Work to complete — Exactly the lines from the start of the data below through the line containing "if value is" must be returned, and no others.

Saved data entries —
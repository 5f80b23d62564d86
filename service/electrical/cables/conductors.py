"""Conductor resistance, temperature correction and R1+R2.

Resistances are the IEC 60228 maximum d.c. values at 20 degC (data/conductor_resistance.json).
Every function works on arrays: pass one circuit's values or ten thousand.
"""

from __future__ import annotations

import dataclasses
from collections.abc import Sequence
from dataclasses import dataclass
from functools import lru_cache
from typing import Any

import numpy as np

from service.electrical.cables import protective
from service.electrical.column_tools import as_float, map_column, scalar_io
from service.electrical.datafiles import core_table
from service.electrical.errors import InvalidInput, NoRule, UnknownConductor
from service.electrical.inputs import Conductors

MATERIALS = ("copper", "aluminium")
CONDUCTOR_CLASSES = (1, 2)


def _resistance_lookup() -> dict[tuple[str, int, float], float]:
    table = core_table("conductor_resistance")
    out: dict[tuple[str, int, float], float] = {}
    for i, csa in enumerate(table["csa_mm2"]):
        for cls in CONDUCTOR_CLASSES:
            value = table[f"copper_class{cls}"][i]
            if value is not None:
                out[("copper", cls, float(csa))] = float(value)
            al = table["aluminium"][i]
            if al is not None:
                out[("aluminium", cls, float(csa))] = float(al)
    return out


_RESISTANCE = _resistance_lookup()


@scalar_io
def resistance_mohm_per_m(material: Any, csa_mm2: Any, conductor_class: Any = 2, field: str = "csa_mm2") -> np.ndarray:
    """Maximum d.c. resistance at 20 degC in milliohm per metre.

    IEC 60228:2004 Tables 1 (class 1, solid) and 2 (class 2, stranded). ``material`` is
    ``copper`` or ``aluminium``. A size, class or material the table does not hold raises
    :class:`UnknownConductor` naming ``field``.
    """
    csa = as_float(csa_mm2)
    n = len(csa)
    materials = map_column(material, n, lambda m: m, dtype=object)
    classes = map_column(conductor_class, n, lambda c: c, dtype=object)
    keys = list(zip(materials, classes, csa.tolist(), strict=True))

    def lookup(key: tuple[str, int, float]) -> float:
        mat, cls, size = key
        if mat not in MATERIALS:
            raise UnknownConductor("material", f"unknown conductor material {mat!r}; use one of {list(MATERIALS)}")
        if cls not in CONDUCTOR_CLASSES:
            raise UnknownConductor("conductor_class", f"unknown conductor class {cls!r}; use 1 (solid) or 2 (stranded)")
        try:
            return _RESISTANCE[(mat, int(cls), float(size))]
        except KeyError:
            sizes = sorted({k[2] for k in _RESISTANCE if k[0] == mat and k[1] == cls})
            raise UnknownConductor(
                field, f"IEC 60228 lists no {mat} class {cls} conductor of {size:g} mm2; sizes: {sizes}"
            ) from None

    return map_column(keys, n, lookup)


@scalar_io
def temperature_multiplier(temperature_c: Any) -> np.ndarray:
    """Resistance at ``temperature_c`` relative to 20 degC: 1 + alpha (theta - 20), alpha 0.004 /degC.

    The form behind BS 7671 Appendix 3's multipliers: 1.20 at 70 degC, 1.28 at 90 degC, 1.04 at 30 degC.
    """
    table = core_table("insulation")
    alpha = float(table["alpha_per_c"])
    ref = float(table["reference_temperature_c"])
    return 1.0 + alpha * (as_float(temperature_c) - ref)


@scalar_io
def operating_temperature_c(insulation: Any, n: int | None = None, field: str = "insulation") -> np.ndarray:
    """Maximum operating temperature (degC) the rules assume for a conductor with this insulation."""
    insulations = core_table("insulation")["insulations"]
    count = n if n is not None else (1 if isinstance(insulation, str) else len(insulation))

    def lookup(name: str) -> float:
        try:
            return float(insulations[name]["operating_c"])
        except KeyError:
            raise UnknownConductor(field, f"unknown insulation {name!r}; use one of {sorted(insulations)}") from None

    return map_column(insulation, count, lookup)


def insulation_names() -> list[str]:
    return sorted(core_table("insulation")["insulations"])


@scalar_io
def conductor_resistance_ohm(
    r20_mohm_per_m: Any, length_m: Any, temperature_c: Any, parallel_cables: Any = 1
) -> np.ndarray:
    """Resistance of one conductor of a circuit at ``temperature_c``, ohm.

    R = r20 x (1 + 0.004 (theta - 20)) x L / 1000 / n for n cables in parallel. For a ring final
    circuit ``length_m`` is the whole ring and the result is the end-to-end value r1 (or r2); see
    :func:`ring_factor` for the loop value.
    """
    r20 = as_float(r20_mohm_per_m)
    length = as_float(length_m)
    n = np.broadcast_to(as_float(parallel_cables), r20.shape)
    check_parallel_cables(n)
    return r20 * temperature_multiplier(temperature_c) * length / 1000.0 / n


def check_parallel_cables(count: Any) -> None:
    """Cables in parallel are a whole number of at least 1 (raises InvalidInput naming parallel_cables)."""
    n = as_float(count)
    if np.any(n < 1) or np.any(n != np.floor(n)):
        raise InvalidInput("parallel_cables", "the number of cables in parallel is a whole number of at least 1")


def ring_factor(ring: Any, shape: tuple[int, ...]) -> np.ndarray:
    """1/4 for ring final circuits, 1 otherwise: what each conductor contributes to the loop.

    On a ring, ``length_m`` is the whole ring and r1, r2 are the end-to-end values; the loop seen at
    the mid-point, where it is highest, is (r1 + r2) / 4 (common practice).
    """
    return np.where(np.broadcast_to(np.asarray(ring, dtype=bool), shape), 0.25, 1.0)


def arrangement(c: Conductors) -> tuple:
    """The fields of the conductors that do not depend on the length (the key of :func:`conductor_constants`)."""
    return (
        c.material,
        c.insulation,
        c.line_csa_mm2,
        c.cpc_csa_mm2,
        c.cpc_arrangement,
        c.conductor_class,
        c.cpc_material,
        c.cpc_resistance_mohm_per_m,
        c.bare_condition,
        c.neutral_csa_mm2,
        c.cores,
    )


def conductor_constants(c: Conductors) -> tuple:
    """What the arrangement of ``c`` contributes whatever its length: :func:`constants_of`."""
    return constants_of(*arrangement(c))


@lru_cache(maxsize=4096)
def constants_of(
    material: str,
    insulation: str,
    line_csa_mm2: float,
    cpc_csa_mm2: float,
    cpc_arrangement: str,
    conductor_class: int,
    cpc_material: str | None,
    cpc_resistance_mohm_per_m: float | None,
    bare_condition: str | None,
    neutral_csa_mm2: float | None = None,
    cores: int | None = None,
) -> tuple:
    """What a conductor arrangement contributes whatever its length.

    Resistances at 20 degC (mohm/m), the temperatures the rules assume, k for the cpc and for the
    line conductor, and the k table. The line conductor is taken at its insulation's operating
    temperature; the cpc at the initial temperature of its k case (BS 7671 Tables 54.2-54.6), which is
    the same for a core of the cable. Raises the core's typed errors with a path below the conductors.
    The neutral (for line-neutral faults) is of the line conductor's material and temperature, of
    ``neutral_csa_mm2`` or the line size. One lookup per distinct arrangement (the length is not part of it).
    """
    cpc_mat = cpc_material or (material if cpc_arrangement in ("in-cable", "separate", "bare") else "steel")
    line_r20 = resistance_mohm_per_m(material, line_csa_mm2, conductor_class, field="line_csa_mm2")
    case = protective.k_case(cpc_mat, cpc_arrangement, insulation, cpc_csa_mm2, bare_condition)
    k_line = protective.k_case(material, "in-cable", insulation, line_csa_mm2)["k"]
    if cpc_resistance_mohm_per_m is not None:
        cpc_r20 = float(cpc_resistance_mohm_per_m)
    elif cpc_mat in MATERIALS:
        cpc_r20 = resistance_mohm_per_m(cpc_mat, cpc_csa_mm2, conductor_class, field="cpc_csa_mm2")
    elif cpc_arrangement == "armour" and cpc_mat == "steel" and cores is not None:
        cpc_r20 = armour_resistance_mohm_per_m(insulation, line_csa_mm2, cores)
    else:
        hint = " (or, for a thermosetting steel-wire-armoured cable, its cores)" if cpc_arrangement == "armour" else ""
        raise InvalidInput(
            "cpc_resistance_mohm_per_m",
            f"a {cpc_mat} {cpc_arrangement} as the cpc needs its resistance at 20 degC from the maker's data{hint}",
        )
    neutral_r20 = line_r20
    if neutral_csa_mm2 is not None:
        neutral_r20 = resistance_mohm_per_m(material, neutral_csa_mm2, conductor_class, field="neutral_csa_mm2")
    line_temp = operating_temperature_c(insulation, field="insulation")
    tabulated = np.nan if case["k_tabulated"] is None else case["k_tabulated"]
    numbers = (
        line_r20,
        cpc_r20,
        neutral_r20,
        line_temp,
        case["initial_c"],
        case["k"],
        case["k_formula"],
        tabulated,
        k_line,
    )
    return tuple(float(v) for v in numbers) + (case["table"], cpc_mat)


def armour_area_mm2(insulation: str, line_csa_mm2: float, cores: int | None) -> float:
    """The steel wire armour's cross-section, mm2, of a BS 5467 armoured cable (data/armour_resistance.json).

    Raises InvalidInput naming ``cpc_resistance_mohm_per_m`` for other insulation (the maker's figure is
    needed), InvalidInput naming ``cores`` without 2, 3 or 4 cores, and NoRule naming ``line_csa_mm2`` for a size
    the table does not hold.
    """
    table = core_table("armour_resistance")
    if insulation != table["insulation"]:
        raise InvalidInput(
            "cpc_resistance_mohm_per_m", "armour data are for thermosetting (BS 5467) cables: give the maker's"
        )
    if cores is None or str(cores) not in table["armour_area_mm2"]:
        raise InvalidInput(
            "cores", f"armour as the cpc needs the cable's cores, one of {sorted(table['armour_area_mm2'])}"
        )
    sizes = [float(s) for s in table["csa_mm2"]]
    if float(line_csa_mm2) not in sizes:
        raise NoRule("line_csa_mm2", f"armour data are for {sizes} mm2")
    return float(table["armour_area_mm2"][str(cores)][sizes.index(float(line_csa_mm2))])


def armour_resistance_mohm_per_m(insulation: str, line_csa_mm2: float, cores: int) -> float:
    """Steel wire armour resistance at 20 degC, mohm/m: rho20 / area x the a.c. factor (data/armour_resistance.json)."""
    table = core_table("armour_resistance")
    area = armour_area_mm2(insulation, line_csa_mm2, cores)
    return table["steel_rho20_ohm_mm2_per_m"] / area * 1000.0 * table["ac_factor"]


_CONSTANTS = ("line_r20", "cpc_r20", "neutral_r20", "line_temp", "cpc_temp", "k", "k_formula", "k_tabulated", "k_line")


@dataclass
class ConductorColumns:
    """The conductors of N circuits as columns (NaN, or None for texts, where a circuit has none).

    ``r1``, ``r2`` and ``rn`` (the neutral) are ohm at the temperatures the rules assume (a quarter of the
    end-to-end value on a ring); ``*_r20`` mohm/m at 20 degC; temperatures degC; ``k`` the cpc's k as used
    (tabulated where the case is a table row) and ``k_line`` the line conductor's (Table 43.1); sizes
    mm2 of one cable, ``parallel`` the number of cables, ``length_m`` the route (the whole ring on a ring).
    """

    present: np.ndarray
    r1: np.ndarray
    r2: np.ndarray
    rn: np.ndarray
    line_csa: np.ndarray
    cpc_csa: np.ndarray
    length_m: np.ndarray
    parallel: np.ndarray
    ring: np.ndarray
    line_r20: np.ndarray
    cpc_r20: np.ndarray
    neutral_r20: np.ndarray
    line_temp: np.ndarray
    cpc_temp: np.ndarray
    k: np.ndarray
    k_formula: np.ndarray
    k_tabulated: np.ndarray
    k_line: np.ndarray
    k_table: np.ndarray
    cpc_material: np.ndarray
    line_material: np.ndarray


def conductor_columns(items: Sequence[Conductors | None]) -> ConductorColumns:
    """R1, R2 (ohm), k and sizes for each item, from :func:`conductor_constants` and the lengths.

    R = r20 x (1 + 0.004 (theta - 20)) x L / n for n cables in parallel, x 1/4 on a ring (the loop at
    the ring's mid-point). Raises the core's typed errors with a path below the conductors.
    """
    n = len(items)
    idx = [i for i, c in enumerate(items) if c is not None]
    numbers = {name: np.full(n, np.nan) for name in ("r1", "r2", "rn", "line_csa", "cpc_csa", "length_m") + _CONSTANTS}
    numbers["parallel"] = np.ones(n)
    texts = {name: np.full(n, None, dtype=object) for name in ("k_table", "cpc_material", "line_material")}
    present = np.zeros(n, dtype=bool)
    ring_flags = np.zeros(n, dtype=bool)
    if idx:
        cs = [items[i] for i in idx]
        constants = [constants_of(*arrangement(c)) for c in cs]
        sel = np.asarray(idx)
        present[sel] = True
        table = np.array([k[: len(_CONSTANTS)] for k in constants], dtype=float)
        for j, name in enumerate(_CONSTANTS):
            numbers[name][sel] = table[:, j]
        length = np.array([c.length_m for c in cs], dtype=float)
        parallel = np.array([c.parallel_cables for c in cs], dtype=float)
        rings = np.array([c.ring for c in cs], dtype=bool)
        ring = ring_factor(rings, length.shape)
        line_temp = table[:, _CONSTANTS.index("line_temp")]
        numbers["r1"][sel] = _resistance(table[:, 0], length, line_temp, parallel) * ring
        numbers["r2"][sel] = _resistance(table[:, 1], length, table[:, _CONSTANTS.index("cpc_temp")], parallel) * ring
        numbers["rn"][sel] = _resistance(table[:, 2], length, line_temp, parallel) * ring
        numbers["length_m"][sel], numbers["parallel"][sel], ring_flags[sel] = length, parallel, rings
        numbers["line_csa"][sel] = [c.line_csa_mm2 for c in cs]
        numbers["cpc_csa"][sel] = [c.cpc_csa_mm2 for c in cs]
        texts["k_table"][sel] = [k[-2] for k in constants]
        texts["cpc_material"][sel] = [k[-1] for k in constants]
        texts["line_material"][sel] = [c.material for c in cs]
    return ConductorColumns(present=present, ring=ring_flags, **numbers, **texts)


def _resistance(r20: np.ndarray, length: np.ndarray, temperature: np.ndarray, parallel: np.ndarray) -> np.ndarray:
    check_parallel_cables(parallel)
    return r20 * temperature_multiplier(temperature) * length / 1000.0 / parallel


def loop_resistance_per_m(c: Conductors) -> tuple[float, float, float]:
    """(R1+R2, R2, R1+Rn) in ohm per metre of route at the temperatures the rules assume (the longest-run search)."""
    cols = conductor_columns([dataclasses.replace(c, length_m=1.0)])
    return float(cols.r1[0] + cols.r2[0]), float(cols.r2[0]), float(cols.r1[0] + cols.rn[0])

Result of the task —
repository 5f80b23d62564d86
filename service/electrical/cables/conductors.py
"""Conductor resistance, temperature correction and R1+R2.

Resistances are the IEC 60228 maximum d.c. values at 20 degC (data/conductor_resistance.json).
Every function works on arrays: pass one circuit's values or ten thousand.
"""

from __future__ import annotations

import dataclasses
from collections.abc import Sequence
from dataclasses import dataclass
from functools import lru_cache
from typing import Any

import numpy as np

from service.electrical.cables import protective
from service.electrical.column_tools import as_float, map_column, scalar_io
from service.electrical.datafiles import core_table
from service.electrical.errors import InvalidInput, NoRule, UnknownConductor
from service.electrical.inputs import Conductors

MATERIALS = ("copper", "aluminium")
CONDUCTOR_CLASSES = (1, 2)


def _resistance_lookup() -> dict[tuple[str, int, float], float]:
    table = core_table("conductor_resistance")
    out: dict[tuple[str, int, float], float] = {}
    for i, csa in enumerate(table["csa_mm2"]):
        for cls in CONDUCTOR_CLASSES:
            value = table[f"copper_class{cls}"][i]
            if value is not None:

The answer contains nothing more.